Extracellular vesicles and lupus nephritis - New insights into pathophysiology and clinical implications

Abstract

Lupus nephritis (LN) is a major cause for overall morbidity and mortality in patients with systemic lupus erythematosus (SLE), while its pathogenic mechanisms are still not well understood. Extracellular vesicles (EVs) are membrane vesicles that are released from almost all cell types. EVs can be subdivided into exosomes, microvesicles, and apoptotic bodies. Latest studies have shown that EVs can be released during several cellular events, including cell activation, autophagy, and several types of programed cell death, i.e. apoptosis, necroptosis, pyroptosis, and NETosis. Emerging evidence demonstrates that EVs harbor different bioactive molecules, including nucleic acids, proteins, lipids, cytokines, immune complexes (ICs), complements, and other molecules, some of which may contribute to pathogenesis of autoimmune diseases. EVs can serve as novel information shuttle to mediate local autocrine or paracrine signals to nearby cells, and distant endocrine signals to cells located far away. In LN, EVs may have pathogenic effects by transportation of autoantigens or complements, promotion of IC deposition or complement activation, and stimulation of inflammatory responses, renal tissue injury, or microthrombus formation. Additionally, EVs released from kidney cells may serve as specific biomarkers for diagnosis or monitoring of disease activity and therapeutic efficacy. In this review, we will summarize the latest progress about EV generation from basic research, their potential pathologic effects on LN, and their clinical implications. The cutting-edge knowledge about EV research provides insights into novel therapeutic strategy, new tools for diagnosis or prognosis, and evaluation approaches for treatment effectiveness in LN.

Keywords: Autoantigen; Extracellular vesicles; Immune complex; Inflammation; Lupus nephritis.

Conflict of interest statement

Competing interests Authors have declared that no conflict interests exist.

Copyright © 2020 Elsevier Ltd. All rights reserved.

Figures

Fig. 1.. Schematic illustration of mechanistic generation of exosomes from different cellular events

Brief mechanisms for exosome generation in autophagy [41, 42], and apoptotic [26] cells (upper portion). Molecular and cellular mechanisms that regulate exosome biogenesis and/or release. The process can be divided into three steps: exosome biogenesis, transportation of MVBs to the plasma membrane, and fusion of MVBs with plasma membrane. [–163] (lower portion).

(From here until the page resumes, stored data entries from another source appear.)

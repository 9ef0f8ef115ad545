/** Between a number and its unit: narrow, and never broken. */
export const UNIT_SPACE = '\u202f';

/** Limits are rounded down, distances and optical densities up; what was measured, to the nearest. */
export type Rounding = 'down' | 'up' | 'nearest';

export interface FormattedQuantity {
  readonly number: string;
  /** Empty for a bare number. */
  readonly unit: string;
  /** Number, narrow no-break space, unit. */
  readonly text: string;
}

/** Units that take a prefix, by their own symbol. Others are shown as they are. */
const PREFIXES_OF: Readonly<Record<string, readonly string[]>> = {
  m: ['n', 'µ', 'm', '', 'k'],
  s: ['f', 'p', 'n', 'µ', 'm', ''],
  W: ['f', 'p', 'n', 'µ', 'm', '', 'k', 'M', 'G', 'T'],
  J: ['f', 'p', 'n', 'µ', 'm', '', 'k', 'M'],
  Hz: ['m', '', 'k', 'M', 'G', 'T'],
  'W/m²': ['n', 'µ', 'm', '', 'k', 'M', 'G', 'T'],
  'J/m²': ['n', 'µ', 'm', '', 'k', 'M', 'G', 'T'],
  'W/cm²': ['n', 'µ', 'm', '', 'k', 'M', 'G', 'T'],
  'J/cm²': ['n', 'µ', 'm', '', 'k', 'M', 'G', 'T'],
};

const EXPONENTS: Readonly<Record<string, number>> = {
  f: -15,
  p: -12,
  n: -9,
  µ: -6,
  m: -3,
  '': 0,
  k: 3,
  M: 6,
  G: 9,
  T: 12,
};

/** A positive decimal: 0.d₁d₂d₃… × 10^point. */
interface Digits {
  readonly digits: string;
  readonly point: number;
}

/**
 * Three significant figures with an SI prefix, rounded to the safe side.
 *
 * @param value In `unit`; not negative.
 * @param unit Without prefix: m, W, J, s, Hz, W/m² … Others (nm, mm, mrad, %) get no prefix.
 */
export function formatQuantity(value: number, unit: string, rounding: Rounding): FormattedQuantity {
  if (!Number.isFinite(value)) return join(value > 0 ? '∞' : '–', value > 0 ? unit : '');
  if (value === 0) return join('0', unit);
  const rounded = round(digitsOf(value), 3, rounding);
  return place(rounded, unit, 3);
}

/** The value as it is, to ten significant digits, in the unit that suits it. */
export function formatFull(value: number, unit: string): string {
  if (!Number.isFinite(value) || value === 0) return formatQuantity(value, unit, 'nearest').text;
  const sign = value < 0 ? '−' : '';
  return sign + place(digitsOf(Math.abs(value)), unit, 0).text;
}

/**
 * Text for an input field: exact, with the prefix that suits it; parsed again it gives the same
 * number. `unit` may carry a prefix: nm, mm, mrad stay as they are.
 */
export function formatInput(value: number, unit: string): string {
  if (value === 0) return `0 ${unit}`;
  const [mantissa = '0', exponent = '0'] = Math.abs(value).toExponential().split('e');
  const digits = { digits: mantissa.replace('.', ''), point: Number(exponent) + 1 };
  const shown = place(digits, unit, 0, true);
  return `${value < 0 ? '-' : ''}${shown.number} ${shown.unit}`;
}

/** The value without a prefix, to ten digits: what a field holds, in the unit of its contract. */
export function formatHeld(value: number, unit: string): string {
  if (value === 0) return join('0', unit).text;
  const { digits, point } = digitsOf(Math.abs(value));
  const sign = value < 0 ? '−' : '';
  return sign + placeAt({ digits, point }, unit, { figures: 0, plain: false, exponent: 0 }).text;
}

/** An optical density, rounded up to two decimals. */
export function formatOpticalDensity(density: number, decimals = 2): string {
  if (!Number.isFinite(density)) return '–';
  const scale = 10 ** decimals;
  // Ten digits first: 3.7700000000001 is the noise of a logarithm, not a larger density.
  const scaled = Number((density * scale).toPrecision(10));
  return (Math.ceil(scaled) / scale).toFixed(decimals);
}

/** A wavelength as given, all its digits: nm below 3 µm, µm from there on. */
export function formatWavelength(wavelengthNm: number): FormattedQuantity {
  const exact = (value: number) => String(Number(value.toPrecision(10)));
  return wavelengthNm < 3000
    ? join(exact(wavelengthNm), 'nm')
    : join(exact(wavelengthNm / 1000), 'µm');
}

/** A unit for a screen reader: "W/m²" is "watts per square meter". */
export function spokenUnit(unit: string): string {
  if (unit === '') return '';
  const [over = '', under] = unit.split('/');
  const spoken = spokenPart(over);
  if (under === undefined) return spoken;
  const area = /^(c|m)?m²$/.exec(under);
  if (!area) return `${spoken} per ${spokenPart(under).replace(/s$/, '')}`.trim();
  const length = area[1] === 'c' ? 'centimeter' : area[1] === 'm' ? 'millimeter' : 'meter';
  return `${spoken} per square ${length}`;
}

const SPOKEN_UNITS: Readonly<Record<string, string>> = {
  m: 'meters',
  s: 'seconds',
  W: 'watts',
  J: 'joules',
  Hz: 'hertz',
  rad: 'radians',
  min: 'minutes',
  h: 'hours',
  d: 'days',
  '°': 'degrees',
  '%': 'percent',
};

const SPOKEN_PREFIXES: Readonly<Record<string, string>> = {
  f: 'femto',
  p: 'pico',
  n: 'nano',
  µ: 'micro',
  m: 'milli',
  c: 'centi',
  k: 'kilo',
  M: 'mega',
  G: 'giga',
  T: 'tera',
};

function spokenPart(symbol: string): string {
  const whole = SPOKEN_UNITS[symbol];
  if (whole) return whole;
  const prefix = SPOKEN_PREFIXES[symbol.charAt(0)];
  const base = SPOKEN_UNITS[symbol.slice(1)];
  return prefix && base ? prefix + base : symbol;
}

/** Ten significant digits: what lies beyond is noise of the solver, not distance. */
function digitsOf(value: number): Digits {
  const [mantissa = '0', exponent = '0'] = value.toExponential(9).split('e');
  return {
    digits: mantissa.replace('.', '').replace(/0+$/, ''),
    point: Number(exponent) + 1,
  };
}

function round({ digits, point }: Digits, figures: number, rounding: Rounding): Digits {
  const head = digits.slice(0, figures).padEnd(figures, '0');
  const tail = digits.slice(figures);
  const up = rounding === 'up' ? /[1-9]/.test(tail) : rounding === 'nearest' && /^[5-9]/.test(tail);
  if (!up) return { digits: head, point };
  const next = String(Number(head) + 1);
  return next.length > figures
    ? { digits: next.slice(0, figures), point: point + 1 }
    : { digits: next.padStart(figures, '0'), point };
}

/** Puts the point by the prefix that leaves one to three digits before it. */
function place(shown: Digits, unit: string, figures: number, plain = false): FormattedQuantity {
  const prefixes = PREFIXES_OF[unit];
  // The quarter of a second of the blink is known as 0.25 s, not as 250 ms.
  const prefixless = !prefixes || (unit === 's' && shown.point === 0);
  const chosen = prefixless ? { prefix: '', exponent: 0 } : prefixFor(shown.point, prefixes);
  const symbol = isDecimal(shown.point - chosen.exponent) ? chosen.prefix + unit : unit;
  return placeAt(shown, symbol, { figures, plain, exponent: chosen.exponent });
}

interface Placing {
  readonly figures: number;
  /** Without groups and with "e" for powers of ten, as an input field takes it. */
  readonly plain: boolean;
  /** Power of ten that the unit's prefix stands for. */
  readonly exponent: number;
}

function placeAt({ digits, point }: Digits, symbol: string, placing: Placing): FormattedQuantity {
  const { figures, plain, exponent } = placing;
  const padded = digits.padEnd(figures, '0');
  const at = point - exponent;
  if (!isDecimal(at)) return join(withPoint(padded, 1) + power(point - 1, plain), symbol);
  const number = withPoint(padded, at);
  return join(plain ? number : grouped(number), symbol);
}

/** Whether a number with its point there is read easily without a power of ten. */
function isDecimal(at: number): boolean {
  return at <= 7 && at >= -3;
}

function prefixFor(point: number, prefixes: readonly string[]) {
  const candidates = prefixes.map((prefix) => ({ prefix, exponent: EXPONENTS[prefix] ?? 0 }));
  const fitting = candidates.filter(({ exponent }) => exponent < point).at(-1);
  return fitting ?? candidates[0] ?? { prefix: '', exponent: 0 };
}

/** "151" with the point after the first digit: 1.51. */
function withPoint(digits: string, at: number): string {
  if (at <= 0) return `0.${'0'.repeat(-at)}${digits}`;
  if (at >= digits.length) return digits.padEnd(at, '0');
  return `${digits.slice(0, at)}.${digits.slice(at)}`;
}

/** Five digits and more in groups of three: 30 000. */
function grouped(number: string): string {
  const [whole = '', decimals] = number.split('.');
  if (whole.length < 5) return number;
  const groups = whole.replace(/(?<=\d)(?=(?:\d{3})+$)/g, UNIT_SPACE);
  return decimals === undefined ? groups : `${groups}.${decimals}`;
}

function power(exponent: number, plain: boolean): string {
  if (plain) return `e${exponent}`;
  const digits = String(Math.abs(exponent)).replace(/\d/g, (d) => '⁰¹²³⁴⁵⁶⁷⁸⁹'.charAt(Number(d)));
  return `×10${exponent < 0 ? '⁻' : ''}${digits}`;
}

function join(number: string, unit: string): FormattedQuantity {
  const text = unit === '' ? number : number + (unit === '°' ? '' : UNIT_SPACE) + unit;
  return { number, unit, text };
}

Fig. 2.. Schematic illustration of mechanistic generation of MVs from different cellular events

Brief mechanisms of MV generation from pyroptotic [27, 29, 34], necroptotic [30, 38], apoptotic [25], and NETotic [39, 164] cells (upper portion). Molecular and cellular mechanisms that regulate MVs biogenesis and/or release. The process can be divided into three steps. First, membrane-, cytoplasmic- and nuclear- associated cargoes are clustered in specific membrane microdomains of the plasma membrane. Second, the clustered cargoes together with additional machineries promote actin/cytoskeletal rearrangement, phosphatidylserine (PS) exposure, and membrane budding. Then a fission process at the plasma membrane occur. Besides, ARF6 can mediate the secretion of recycling endosome to form MVs. [–169] (lower portion).

Fig. 3.. Potential pathogenic effects of EVs on Lupus Nephritis.

A. EVs: as the source of autoantigens: EVs that are released from activated/dead/dying cells may carry autoantigens, particularly those from nucleus or cytoplasm. B. Deposition of EV-ICs: EVs harbor immunoglobulins and complement, thereby forming EVs containing immune complexes (EV-ICs). These EV-ICs along with immune-active structures and molecules deposit in kidney. EVs molecules, including G3BP, histone, fibronectin, may facilitate glomerular IC deposition. C. EVs carry and activate complements: EVs may carry many complement molecules, like C3, MAC, complement regulators. On the other hand, EVs may activate complement system through either classical or alternative pathways. Some EVs may activate the classical pathway through binding C1q, while other EVs, i.e. PS containing EVs, may also be activator of complements through the alternative pathway. D. Renal tissue damage: EV-associated activated complements and the consequent pro-inflammatory microenvironment causes podocyte injury, foot process effacement, and proliferation of mesangial cells, plus MPO-mediated endothelial damage, therefore leading to proteinuria and glomerular dysfunction. E. Pro-inflammation: EVs may carry pro-inflammatory components (cytokines, inflammasome, adhesion molecules, leukotriene, etc.), which further propagate inflammatory responses by activation of other immune cells. In addition, EVs and EV-ICs may activate complement system. F. Microthrombosis: PS- and TF-positive EVs as well as the EVs associated with complements are procoagulant, thus contributing to microthrombosis in lupus nephritis.